Personal information
- Full name: Tohura Khatun
- Date of birth: May 5, 2003 (age 23)
- Place of birth: Kolsindur, Mymensingh
- Height: 1.47 m (4 ft 10 in)
- Position: Forward

Team information
- Current team: Rajshahi Stars

Youth career
- 2011–2014: Kalsindur Government Primary School

College career
- Years: Team / Apps / (Gls)
- 2015–2016: Kolsindur High School

Senior career*
- Years: Team / Apps / (Gls)
- 2020–2021: Bashundhara Kings / 20 / (22)
- 2023–2024: ARB College / 8 / (11)
- 2025: Royal Thimphu College / 6 / (1)
- 2025–2026: Farashganj / 8 / (11)
- 2026–: Rajshahi Stars / 0 / (0)

International career^{‡}
- 2015–2016: Bangladesh U-14 /  / (11)
- 2017–2018: Bangladesh U-15 /  / (15)
- 2016–2019: Bangladesh U-16 /  / (11)
- 2018–2022: Bangladesh U-19 / 10 / (4)
- 2018–: Bangladesh / 43 / (15)

Medal record
Women's football
Representing Bangladesh
SAFF Women's Championship
| Winner | 2024 Nepal |  |
| Winner | 2022 Nepal |  |
SAFF U-18 Women's Championship
| Winner | 2018 Bhutan |  |
| Winner | 2021 Bangladesh |  |
Bangamata U-19 Women's International Gold Cup
| Winner | 2019 Bangladesh |  |
AFC U-14 Girls' Regional (South and Central) Championship
| First place | 2015 Nepal |  |
| First place | 2016 Tajikistan |  |
SAFF U-15 Women's Championship
| First place | 2017 Bangladesh |  |
Jockey CGI U-15 Youth Tournament
| First place | 2018 Hong Kong |  |

= Tohura Khatun =

Bangladeshi women's football player (born 2003)

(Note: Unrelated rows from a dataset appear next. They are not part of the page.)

import type { Plan } from "../plan/index.ts";
import { capValue } from "./caps.ts";
import { choiceCells } from "./choices.ts";
import { count, type Engine, type Row } from "./engine.ts";
import type { Layout } from "./layout.ts";
import { scoreTables } from "./scores.ts";
import { capped, countedRows, type Dialect, leftOut, name, pairsAtEnds, type Statement, sql } from "./sql/index.ts";
import { decimalMeasures, decimalTables, jointTables } from "./tables.ts";
import type { CellTable, MetricCells, UnitEnds } from "./types.ts";

/** A metric's values over a row of `candidates`. */
export interface MetricValue {
  /** Before the cap. */
  readonly plain: Statement;
  readonly cap: string | null;
  readonly value: Statement;
  readonly per: Statement | null;
  readonly covariate: Statement | null;
}

/** Stage 8: caps. */
export async function metricValues(
  plan: Plan,
  layout: Layout,
  engine: Engine,
  dialect: Dialect,
): Promise<MetricValue[]> {
  return Promise.all(
    plan.metrics.map(async (metric, m) => {
      const at = (side: "of" | "per") => layout.parts.findIndex((part) => part.metric === m && part.side === side);
      const plain = name(`x${at("of")}`);
      const cap = await capValue(metric, plain, engine);
      return {
        plain,
        cap,
        value: capped(plain, cap, dialect),
        per: metric.per === null ? null : name(`x${at("per")}`),
        covariate: metric.adjustFor === null ? null : name(`z${m}`),
      };
    }),
  );
}

/** Stages 9 and 10: pivots, scales and cells; then the ratios' scores and theirs, and the same under other choices. */
export async function metricCells(
  plan: Plan,
  values: readonly MetricValue[],
  engine: Engine,
  dialect: Dialect,
): Promise<MetricCells[]> {
  // A covariate counts over the units that have a value too.
  const paired = values.map(({ per, covariate, value }) =>
    covariate === null ? per : sql`CASE WHEN ${value} IS NOT NULL THEN ${covariate} END`,
  );
  const partners = paired.flatMap((x, m) => (x === null ? [] : [{ m, x }]));
  const all = [...values.map(({ value }) => value), ...partners.map(({ x }) => x)];
  const measures = await decimalMeasures(all, sql`units`, engine, dialect);
  const tables = await decimalTables(measures, engine);
  const pairs = partners.flatMap(({ m }, i) => {
    const [y, x] = [measures[m], measures[values.length + i]];
    return y === undefined || x === undefined ? [] : [[y, x] as const];
  });
  const joints = await jointTables(pairs, engine);
  const ratios = values.flatMap(({ value, per }, m) => (per === null ? [] : [{ m, a: value, b: per }]));
  const scores = await scoreTables(plan, ratios, engine, dialect);
  const choices = await choiceCells(
    plan,
    plan.metrics.flatMap((metric, m) => {
      const own = values[m];
      return own === undefined ? [] : [{ metric, plain: own.plain, value: own.value, paired: paired[m] ?? null }];
    }),
    engine,
    dialect,
  );
  const ends = await engine.query(pairsAtEnds(values.map(({ value }, m) => [value, paired[m] ?? null] as const)));
  const plain = values.map((value) => value.plain);
  const out = await engine.query(
    leftOut(
      plain,
      values.map(({ cap }) => cap),
      dialect,
    ),
  );
  const [rows = {}] = await engine.query(countedRows(plan.metrics.length));

  return plan.metrics.map((metric, m) => {
    const partner = partners.findIndex((one) => one.m === m);
    const x = tables[values.length + partner];
    const joint = joints[partner];
    const score = scores[ratios.findIndex((ratio) => ratio.m === m)];
    const hasPartner = partner >= 0 && x !== undefined && joint !== undefined;
    const cap = values[m]?.cap ?? null;
    return {
      metric: metric.name,
      leftOut: byVariant(plan, out, `none${m}`),
      countedRows: count(rows, `counted${m}`),
      countedWithoutNumber: count(rows, `numberless${m}`),
      cap: cap === null ? null : { value: cap, units: byVariant(plan, out, `over${m}`) },
      of: tableOf(tables, m),
      ratio: hasPartner && score !== undefined ? { per: x, score, joint } : null,
      covariate: hasPartner && metric.adjustFor !== null ? { x, joint } : null,
      choices: choices[m] ?? [],
      ends: plan.variants.map((_, v) => endsOf(ends, v, m)),
    };
  });
}

function tableOf(tables: readonly CellTable[], m: number): CellTable {
  const table = tables[m];
  if (table === undefined) throw new Error(`no cells for metric ${m} of ${tables.length}`);
  return table;
}

function byVariant(plan: Plan, rows: readonly Row[], column: string): number[] {
  return plan.variants.map((_, v) => {
    const row = rows.find((found) => Number(found.variant) === v);
    return row === undefined ? 0 : count(row, column);
  });
}

function endsOf(rows: readonly Row[], variant: number, m: number): UnitEnds | null {
  const row = rows.find((found) => Number(found.variant) === variant);
  const at = (column: string) => {
    const value = row?.[column];
    return typeof value === "object" && value !== null ? value.nano : null;
  };
  const [least, most] = [at(`ly${m}`), at(`my${m}`)];
  if (least === null || most === null) return null;
  return {
    smallest: { value: least, x: at(`lx${m}`) },
    largest: { value: most, x: at(`mx${m}`) },
  };
}
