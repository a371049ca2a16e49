import { createHash } from "node:crypto";
import { createReadStream } from "node:fs";
import { readdir, stat, symlink } from "node:fs/promises";
import path from "node:path";
import { glob, isDynamicPattern } from "tinyglobby";
import { noSuchFile, type PlanSource, type Problem } from "../plan/index.ts";

/** Which files an entry of `log` means, in the order of their names, and their fingerprints. */

export type Format = "csv" | "tsv" | "ndjson" | "parquet";

export interface LogFile {
  /** Index of the entry of `log`. */
  readonly source: number;
  /** Relative to the plan's folder, forward slashes. */
  readonly name: string;
  readonly path: string;
  readonly format: Format;
}

const FORMATS: readonly (readonly [RegExp, Format])[] = [
  [/\.csv(\.gz|\.zst)?$/i, "csv"],
  [/\.tsv(\.gz|\.zst)?$/i, "tsv"],
  [/\.(ndjson|jsonl)(\.gz|\.zst)?$/i, "ndjson"],
  [/\.parquet$/i, "parquet"],
];

export function formatOf(file: string): Format | null {
  return FORMATS.find(([ending]) => ending.test(file))?.[1] ?? null;
}

/** The files of every entry, each once, sorted by name. What matches nothing, or has no known ending, is a problem. */
export async function logFiles(
  log: PlanSource["log"],
  folder: string,
): Promise<{ files: LogFile[]; problems: Problem[] }> {
  const files: LogFile[] = [];
  const problems: Problem[] = [];
  for (const [source, entry] of log.entries()) {
    const names = new Set<string>();
    for (const [j, pattern] of entry.files.entries()) {
      const item = entry.files.length === 1 ? null : j;
      const found = await matches(pattern, folder);
      if (found.length === 0) problems.push(await noFile(source, item, pattern, folder));
      for (const name of found) {
        if (formatOf(name) === null) problems.push(unknownEnding(source, item, name));
        else names.add(name);
      }
    }
    for (const name of [...names].sort(byCode)) {
      files.push({ source, name, path: path.resolve(folder, name), format: formatOf(name) ?? "csv" });
    }
  }
  return { files, problems };
}

async function noFile(source: number, item: number | null, pattern: string, folder: string): Promise<Problem> {
  const there = await stat(path.resolve(folder, pattern)).then(
    (found) => (found.isDirectory() ? "folder" : "nothing"),
    (error: NodeJS.ErrnoException) => (error.code === "EACCES" ? "forbidden" : "nothing"),
  );
  return noSuchFile(source, item, pattern, await neighbours(pattern, folder), there);
}

/** What tells that a file was written to: its size and the moment of its last change. */
export async function states(files: readonly LogFile[]): Promise<string[]> {
  return Promise.all(files.map(({ path: file }) => stat(file).then(({ size, mtimeMs }) => `${size} ${mtimeMs}`)));
}

/** What else lies where a path leads, for a nearest name. */
export async function neighbours(pattern: string, folder: string): Promise<string[]> {
  const parent = path.dirname(pattern);
  const names = await readdir(path.resolve(folder, parent)).catch(() => []);
  return names.map((name) => slashes(path.join(parent, name)));
}

/** Whether a plain path of the plan leads to a file. */
export async function isFile(file: string): Promise<boolean> {
  return stat(file).then(
    (found) => found.isFile(),
    () => false,
  );
}

/** Byte count and SHA-256 of a file, read once; `also` is shown each piece. */
export async function fingerprint(
  file: string,
  also: (piece: Uint8Array) => void = () => {},
): Promise<{ bytes: number; sha256: string }> {
  const hash = createHash("sha256");
  let bytes = 0;
  for await (const chunk of createReadStream(file, { highWaterMark: 1 << 20 })) {
    hash.update(chunk as Buffer);
    also(chunk as Buffer);
    bytes += (chunk as Buffer).length;
  }
  return { bytes, sha256: hash.digest("hex") };
}

/**
 * A path that the engine reads as the file it is: a link in the work folder where it would take the name for a pattern,
 * or would not know how the file is packed, since it minds case there.
 */
export async function enginePath(file: string, workFolder: string, index: number): Promise<string> {
  const ending = (/(\.[a-z]+)(\.gz|\.zst)?$/i.exec(path.basename(file))?.[0] ?? "").toLowerCase();
  if (!/[*?[\]]/.test(file) && file.endsWith(ending)) return file;
  const link = path.join(workFolder, `log-${index}${ending}`);
  await symlink(file, link);
  return link;
}

async function matches(pattern: string, folder: string): Promise<string[]> {
  if (await isFile(path.resolve(folder, pattern)))
    return [slashes(path.relative(folder, path.resolve(folder, pattern)))];
  if (!isDynamicPattern(pattern)) return [];
  const absolute = path.isAbsolute(pattern);
  const base = absolute ? path.parse(folder).root : folder;
  const found = await glob(absolute ? slashes(path.relative(base, pattern)) : slashes(pattern), {
    cwd: base,
    onlyFiles: true,
    expandDirectories: false,
    absolute: true,
  });
  return found.map((file) => slashes(path.relative(folder, file)));
}

const unknownEnding = (source: number, item: number | null, name: string): Problem => ({
  path: ["log", source, "files", ...(item === null ? [] : [item])],
  at: "value",
  message: `The ending of ${name} does not tell its format. Expected .csv, .tsv, .ndjson, .jsonl (also with .gz or .zst) or .parquet.`,
});

const slashes = (file: string) => file.replaceAll(path.sep, "/");
// Code units and not a locale: the order of files must be the same everywhere.
const byCode = (a: string, b: string) => (a < b ? -1 : a > b ? 1 : 0);
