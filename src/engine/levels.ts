import type { Plan } from "../plan/index.ts";
import { count, type Engine, nano, type Row, text } from "./engine.ts";
import { type Layout, unitLineIds } from "./layout.ts";
import { nanoText } from "./nano.ts";
import {
  type Dialect,
  enrolledByLevel,
  largestLevels,
  levelCode,
  numberOfLevels,
  type Statement,
  sql,
} from "./sql/index.ts";
import type { Level, SubgroupColumn } from "./types.ts";

/** How many values of a column stand by themselves (DESIGN 4). */
export const LEVELS_NAMED = 12;

/** A subgroup column's levels, and a unit's as a code: text would weigh on every later stage. */
export interface Levels {
  readonly found: SubgroupColumn;
  /** Over a row of enrolments; the level's place in `found`. */
  readonly code: Statement;
}

export const levels = (plan: Plan, layout: Layout, engine: Engine, dialect: Dialect): Promise<Levels[]> =>
  Promise.all(layout.subgroupColumns.map((c) => levelsOf(plan, layout, c, engine, dialect)));

async function levelsOf(plan: Plan, layout: Layout, c: number, engine: Engine, dialect: Dialect): Promise<Levels> {
  const unknown = unitLineIds(plan).indexOf("unknown-variant");
  const isNumeric = layout.numeric[c] === true;
  const named = await engine.query(largestLevels(c, unknown, LEVELS_NAMED));
  const values = named.map((row) => (isNumeric ? nanoText(nano(row, "level")) : text(row, "level")));
  const [distinct = {}] = await engine.query(numberOfLevels(c, unknown));
  const beyond = count(distinct, "levels") - values.length;
  const all: Level[] = [
    ...values.map((value): Level => ({ kind: "value", text: value })),
    ...(beyond > 0 ? [{ kind: "rest", levels: beyond } as const] : []),
    { kind: "missing" },
  ];
  const written = values.map((value) => (isNumeric ? sql`CAST(${value} AS ${dialect.valueType})` : sql`${value}`));
  const code = levelCode(c, written, values.length, all.length - 1);
  const rows = await engine.query(enrolledByLevel(code, unknown));
  const counted = all.map((level, i) => ({ level, enrolled: plan.variants.map((_, v) => unitsOf(rows, i, v)) }));
  // Only the last may be empty, so the places of the others stay.
  const levels = counted.filter(({ enrolled }) => enrolled.some((units) => units > 0));
  return { found: { column: layout.columns[c] ?? "", levels }, code };
}

function unitsOf(rows: readonly Row[], code: number, variant: number): number {
  const row = rows.find((found) => count(found, "code") === code && count(found, "variant") === variant);
  return row === undefined ? 0 : count(row, "units");
}
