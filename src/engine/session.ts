import type { Plan } from "../plan/index.ts";
import { type Engine, nano } from "./engine.ts";
import type { MetricValue } from "./metrics.ts";
import { unpivoted } from "./scores.ts";
import { atRankOfArm, type Dialect, double, type Statement, sql } from "./sql/index.ts";
import type { ScoreTable } from "./types.ts";

/** An adjusted contrast's values d = (y - pivot) - theta (x - X) of two arms; a missing x is X. */
export interface AdjustedRequest {
  readonly metric: number;
  readonly control: number;
  readonly variant: number;
  readonly theta: number;
  /** X, the mean of x over both arms. */
  readonly meanOfX: number;
  /** Exact decimal text: what y is measured against. */
  readonly pivot: string;
}

/** What can still be asked of the units once the first sums are known. */
export interface Session {
  /** Cells of d, one table a request, of its two arms only. */
  adjusted(requests: readonly AdjustedRequest[]): Promise<ScoreTable[]>;
  /** The rank-th smallest value of an arm, from 1, after the cap, in 10^-9 of the metric's unit. */
  atRank(metric: number, variant: number, rank: bigint): Promise<bigint>;
}

export function openSession(plan: Plan, values: readonly MetricValue[], engine: Engine, dialect: Dialect): Session {
  const sizes = new Map<string, Promise<bigint>>();
  return {
    adjusted: (requests) =>
      unpivoted(
        requests.map((request) => adjustedValue(request, values, dialect)),
        engine,
      ),
    atRank: async (metric, variant, rank) => {
      const value = values[metric]?.value;
      if (value === undefined || plan.variants[variant] === undefined)
        throw new Error(`no arm ${variant} of metric ${metric}`);
      const key = `${metric} ${variant} ${rank}`;
      const found = sizes.get(key) ?? valueAt(value, variant, rank, engine);
      sizes.set(key, found);
      return found;
    },
  };
}

async function valueAt(value: Statement, variant: number, rank: bigint, engine: Engine): Promise<bigint> {
  const [row] = await engine.query(atRankOfArm(value, variant, rank));
  if (row === undefined) throw new Error(`no value at rank ${rank}`);
  return nano(row, "x");
}

function adjustedValue(request: AdjustedRequest, values: readonly MetricValue[], dialect: Dialect): Statement {
  const own = values[request.metric];
  if (own?.covariate == null) throw new Error(`metric ${request.metric} has no covariate`);
  const y = dialect.toDouble(sql`(${own.value} - CAST(${request.pivot} AS ${dialect.sumType}))`);
  const x = sql`coalesce((${dialect.toDouble(own.covariate)}) - ${double(request.meanOfX)}, CAST(0 AS DOUBLE))`;
  return sql`CASE WHEN variant IN (${request.control}, ${request.variant})
    THEN (${y}) - ${double(request.theta)} * ${x} END`;
}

Tohura Khatun (তহুরা খাতুন /bn/; born 5 May 2003) is a Bangladeshi professional footballer who plays as a forward for Rajshahi Stars and the Bangladesh national team.

==Club career==
===Royal Thimphu College===
In July 2025, Tohura joined Bhutan Women's National League club Royal Thimphu College.

===Farashganj===
In December 2025, Tohura joined Farashganj for the 2025–26 Bangladesh Women's Football League. She scored four goals in her debut for the club.

===Rajshahi Stars===
She joined Rajshahi Stars to play in the 2026–27 AFC Women's Champions League.

==International career==

===Youth===
Tohura was a player of 2025 AFC U-14 Girls' Region (South & Central) Championship winning squad od Bangladesh. She managed to score one goal against Bhutan in the tournament. She later helped her team to retain the title in the next edition. She was the top scorer of 2026 AFC U-14 Girls' Regional (South & Central) Championship, where she scored 10 goals in 4 matches.

She was later selected for the Bangladesh U-15 team that won 2017 SAFF U-15 Women's Championship. She scored a hat-trick against Nepal in the opening match, which resulted in her becoming the top-scorer in the tournament.

She played a key role for Bangladesh U-15 to win 2018 Jockey CGI U-15 Youth Football Tournament in Hong Kong, which was the first ever invitational overseas trophy her team won.. She ended the four-nation tournament as the highest scorer with 8 goals from 3 matches.

She scored two goals against Iran and UAE during 2017 AFC U-16 Women's Championship qualification. Later she was selected for the final squad at the 2017 AFC U-16 Women's Championship.

==International goals==
===Bangladesh U-14===
Scores and results list Bangladesh's goal tally first.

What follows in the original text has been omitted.